Schwangerschaft: zehn bis 15 Kilo mehr

Eine Frau nimmt während einer normalen Schwangerschaft etwa zehn bis 15 Kilogramm zu. Übergewichtige Frauen, die mit einem Body Mass Index (BMI) von 25 bis 30 in die Schwangerschaft starten, sollten hingegen nicht mehr als elf Kilogramm mehr auf die Waage bringen. Kommen mehr Pfunde hinzu, sind Komplikationen möglich.

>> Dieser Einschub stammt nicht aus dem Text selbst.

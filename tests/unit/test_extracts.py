"""Queries against a PostgreSQL server that the test starts: what is kept, what is asked again, what is never said."""

from __future__ import annotations

import datetime
import os
import re
import shutil
import subprocess
from collections.abc import Callable, Iterator
from pathlib import Path
from typing import Any

import pyarrow.parquet as pq
import pytest

from lineproof.extracts import fetch_extracts
from lineproof.intake.reading import open_files
from lineproof.problems import KnownProblem
from lineproof.specs import Study
from lineproof.study import load_study
from lineproof.wiring import Wiring

PASSWORD = "Rook-and-Gull"
QUERY = "select id, day, ret, grade from returns -- all of them"
STUDY = """\
study: {{name: asked, title: Asked}}
data:
  returns:
    query: {query}
    connection: KESTREL_RETURNS
    columns: {{security: id, date: day, return: ret, grade: grade}}
  market: {{file: m.csv, columns: {{date: d, return: r}}}}
  riskless: {{file: m.csv, columns: {{date: d, rate: r}}}}
betas: {{monthly: {{window: 60, min: 24}}}}
portfolios: {{ten: {{rank_on: monthly}}}}
subperiods: {{full: {{}}}}
"""


def programs() -> Path | None:
    """Where the server's programs are: Debian does not put them on the path."""
    on_path = shutil.which("initdb")
    places = sorted(Path("/usr/lib/postgresql").glob("*/bin/initdb"), key=lambda p: int(p.parts[4]))
    found = [Path(on_path)] if on_path else places
    return found[-1].parent if found else None


def server_command(command: list[object], folder: Path) -> None:
    """Run a program of the server; it refuses to run as root, so there it runs as the user postgres."""
    words = [str(word) for word in command]
    if os.geteuid() == 0:
        words = ["setpriv", "--reuid=postgres", "--regid=postgres", "--clear-groups", *words]
    environ = {"PATH": "/usr/bin:/bin", "LC_ALL": "C.UTF-8", "HOME": str(folder)}
    with (folder / "output").open("a") as output:  # no pipe: the server would keep it open
        subprocess.run(words, check=True, env=environ, cwd=folder, stdout=output, stderr=output)


@pytest.fixture(scope="module")
def server(tmp_path_factory: pytest.TempPathFactory) -> Iterator[str]:
    """How to connect to a server of its own, on a socket in a folder of its own."""
    if (found := programs()) is None:
        pytest.skip("PostgreSQL is not installed: its program initdb is not there")
    # A socket's path must be short, and every folder above it open to the user postgres.
    folder = Path(subprocess.check_output(["mktemp", "-d", "/tmp/pg.XXXXXX"], text=True).strip())
    (folder / "password").write_text(PASSWORD)
    (folder / "output").touch()
    if os.geteuid() == 0:
        for path in (folder, *folder.iterdir()):
            shutil.chown(path, "postgres", "postgres")
    data, is_running = folder / "data", False
    try:
        setup = ["-U", "kestrel", "-A", "scram-sha-256", "--pwfile", folder / "password", "-N"]
        server_command([found / "initdb", "-D", data, "-E", "UTF8", *setup], folder)
        options = f"-c listen_addresses='' -c unix_socket_directories={folder} -c fsync=off"
        server_command([found / "pg_ctl", "-D", data, "-o", options, "-w", "start"], folder)
        is_running = True
        yield f"postgresql://kestrel:{PASSWORD}@/postgres?host={folder}"
    finally:
        if is_running:
            server_command([found / "pg_ctl", "-D", data, "-m", "immediate", "-w", "stop"], folder)
        shutil.rmtree(folder)


@pytest.fixture
def run(server: str, monkeypatch: pytest.MonkeyPatch) -> Callable[[str], None]:
    """Run statements on the server, which begins with five returns in no order."""
    import adbc_driver_postgresql.dbapi as postgres

    def execute(statements: str) -> None:
        with postgres.connect(server) as connection, connection.cursor() as cursor:
            for statement in statements.split(";"):
                cursor.execute(statement)
            connection.commit()

    execute(
        "drop table if exists returns;"
        "create table returns (id text, day date, ret double precision, grade numeric);"
        "insert into returns values ('b', '2000-02-29', 0.1, 2.50), ('b', '2000-01-31', null, 1),"
        " ('007', '2000-01-31', -0.25, null), ('a', null, 1e-9, 0.1), ('B', '2000-01-31', 0.3, 1)"
    )
    monkeypatch.setenv("KESTREL_RETURNS", server)
    return execute


def study(folder: Path, monkeypatch: pytest.MonkeyPatch, query: str = QUERY) -> Study:
    monkeypatch.chdir(folder)
    (folder / "m.csv").write_text("d,r\n")
    (folder / "study.yaml").write_text(
        STUDY.format(query=f"'{query.replace(chr(39), chr(39) * 2)}'")
    )
    return load_study(folder / "study.yaml")


def refused(asked: Study) -> str:
    with pytest.raises(KnownProblem) as caught:
        fetch_extracts(asked)
    return "\n".join(str(problem) for problem in caught.value.problems)


def test_result_is_kept_in_order_and_read_as_a_raw_file(
    tmp_path: Path, run: Callable, monkeypatch: pytest.MonkeyPatch
) -> None:
    asked = study(tmp_path, monkeypatch)
    assert fetch_extracts(asked) == ["results/asked/extracts/returns.parquet"]
    (opened,) = open_files(list(asked.returns.files), asked.returns.reading())
    (block,) = opened.blocks()
    assert opened.label == "query returns"
    day = datetime.date(2000, 1, 31)
    assert list(
        zip(*(block.columns[n].to_pylist() for n in asked.returns.columns), strict=True)
    ) == [
        ("007", day, -0.25, ""),
        ("B", day, 0.3, "1"),
        ("a", None, 1e-9, "0.1"),
        ("b", day, None, "1"),
        ("b", datetime.date(2000, 2, 29), 0.1, "2.50"),
    ]


def test_unchanged_result_leaves_the_file_alone_whatever_the_order_of_the_rows(
    tmp_path: Path, run: Callable, monkeypatch: pytest.MonkeyPatch
) -> None:
    asked = study(tmp_path, monkeypatch)
    (file,) = map(Path, fetch_extracts(asked))
    os.utime(file, (1, 1))
    run("create table other as select * from returns order by ret desc; drop table returns")
    run("alter table other rename to returns")
    fetch_extracts(asked)
    assert file.stat().st_mtime == 1
    run("update returns set ret = 0.31 where id = 'B'")
    fetch_extracts(asked)
    assert file.stat().st_mtime > 1
    assert 0.31 in pq.read_table(file)["ret"].to_pylist()
    assert [path.name for path in file.parent.iterdir()] == ["returns.parquet"]


def test_extract_of_another_query_is_not_read(
    tmp_path: Path, run: Callable, monkeypatch: pytest.MonkeyPatch
) -> None:
    fetch_extracts(study(tmp_path, monkeypatch))
    other = study(tmp_path, monkeypatch, QUERY + " where ret > 0")
    with pytest.raises(KnownProblem, match="the result of another query"):
        list(open_files(list(other.returns.files), other.returns.reading())[0].blocks())


@pytest.mark.parametrize(
    ("query", "said"),
    [
        ("select id from nowhere", 'relation "nowhere" does not exist (SQLSTATE 42P01)'),
        ("select 1 / (ret - ret) from returns", "division by zero"),
        ("selec", 'syntax error at or near "selec" (SQLSTATE 42601)'),
        ("select id::int from returns", "invalid input syntax for type integer"),
    ],
)
def test_what_the_server_says_of_a_query(
    tmp_path: Path, run: Callable, query: str, said: str, monkeypatch: pytest.MonkeyPatch
) -> None:
    found = refused(study(tmp_path, monkeypatch, query))
    assert found.startswith(
        "data.returns, query: the database to which KESTREL_RETURNS leads refused it: "
    )
    assert said in found
    assert not (tmp_path / "results/asked/extracts/returns.parquet").exists()


def test_a_query_cannot_write(
    tmp_path: Path, run: Callable, monkeypatch: pytest.MonkeyPatch
) -> None:
    run("create sequence if not exists counted")
    found = refused(study(tmp_path, monkeypatch, "select nextval('counted') as id"))
    assert "cannot execute nextval() in a read-only transaction" in found


def test_a_query_without_columns(
    tmp_path: Path, run: Callable, monkeypatch: pytest.MonkeyPatch
) -> None:
    assert "its result has no column" in refused(study(tmp_path, monkeypatch, "select"))


@pytest.mark.parametrize("form", ["uri", "words"])
@pytest.mark.parametrize("fault", ["password", "user", "host", "database", "query", "form"])
def test_no_message_shows_how_to_connect(
    tmp_path: Path,
    run: Callable,
    server: str,
    form: str,
    fault: str,
    monkeypatch: pytest.MonkeyPatch,
) -> None:
    folder = server.split("host=")[1]
    parts = {"user": "kestrel", "password": PASSWORD, "host": folder, "dbname": "postgres"}
    wrong = {
        "password": "Wrong-and-Gull",
        "user": "nobody-here",
        "host": "/no/such/place",
        "dbname": "no-base",
    }
    if (key := {"database": "dbname"}.get(fault, fault)) in parts:
        parts[key] = wrong[key]
    secret = " ".join(f"{key}='{value}'" for key, value in parts.items())
    if form == "uri":
        secret = "postgresql://{user}:{password}@/{dbname}?host={host}".format(**parts)
    if fault == "form":
        secret = secret.replace("=", " ").replace("postgresql://", "")
    monkeypatch.setenv("KESTREL_RETURNS", secret)
    query = f"select '{PASSWORD}'::int, '{folder}'" if fault == "query" else QUERY
    found = refused(study(tmp_path, monkeypatch, query))
    assert "KESTREL_RETURNS" in found
    for value in parts.values():
        if value != "postgres":  # that much could be anybody's
            assert value not in found
    assert not re.search(r"postgresql://|password=", found)


def test_connection_is_written_nowhere(
    tmp_path: Path, run: Callable, monkeypatch: pytest.MonkeyPatch
) -> None:
    asked = study(tmp_path, monkeypatch)
    fetch_extracts(asked)
    Wiring(asked).keep_options()
    written = [path.read_bytes() for path in (tmp_path / "results").rglob("*") if path.is_file()]
    assert len(written) > 3
    assert not any(PASSWORD.encode() in content for content in written)


def test_variable_that_is_not_set(tmp_path: Path, monkeypatch: pytest.MonkeyPatch) -> None:
    asked: Any = study(tmp_path, monkeypatch)
    monkeypatch.delenv("KESTREL_RETURNS", raising=False)
    assert refused(asked) == (
        "data.returns, connection: the environment variable KESTREL_RETURNS is not set\n"
        "    → set it to how to connect to the database"
    )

Intensive ärztliche Begleitung

Übergewichtige Schwangere sollten sich medizinisch intensiv begleiten lassen und zusätzlich zu den regelmäßigen Untersuchungsterminen ihr Gewicht kontrollieren. Denn: Sie tragen ein höheres Risiko für zum Beispiel Wassereinlagerungen, Schwangerschaftsdiabetes und sogar Fehlgeburten. Mediziner der Universität Greifswald stellten zudem fest, dass jede achte werdende Mutter mit einem BMI zwischen 35 und 40 zu hohen Bluthochdruck hatte. Bei normalgewichtigen Frauen war es nur gut eine von hundert. Das Problem: Bluthochdruck begünstigt Präeklampsie. Niere oder Leber können dadurch geschädigt werden.

 

Ernährung der Mutter prägt Stoffwechsel des Kindes

Auch der Lebensstil von Schwangeren wirkt sich auf den Stoffwechsel des Kindes aus. Mediziner nennen diesen Prozess „perinatale Programmierung“ – externe Einflüsse vor und in den ersten Monaten nach der Geburt prägen grundlegende Stoffwechselprozesse. So beeinflussen Ernährung und Hormone in bestimmten Entwicklungsphasen, wie der Organismus des Kindes Zucker verwertet oder ob er dazu neigt, vermehrt Fett zu speichern. Studien legen nahe, dass diese Programmierung lebenslang wirkt und so im späteren Leben zum Beispiel Übergewicht begünstigen kann.

 

Quellen:

familienplanung.de – Portal der BZgA

Berufsverband der Frauenärzte e.V. und Deutsche Gesellschaft für Gynäkologie und Geburtshilfe e.V.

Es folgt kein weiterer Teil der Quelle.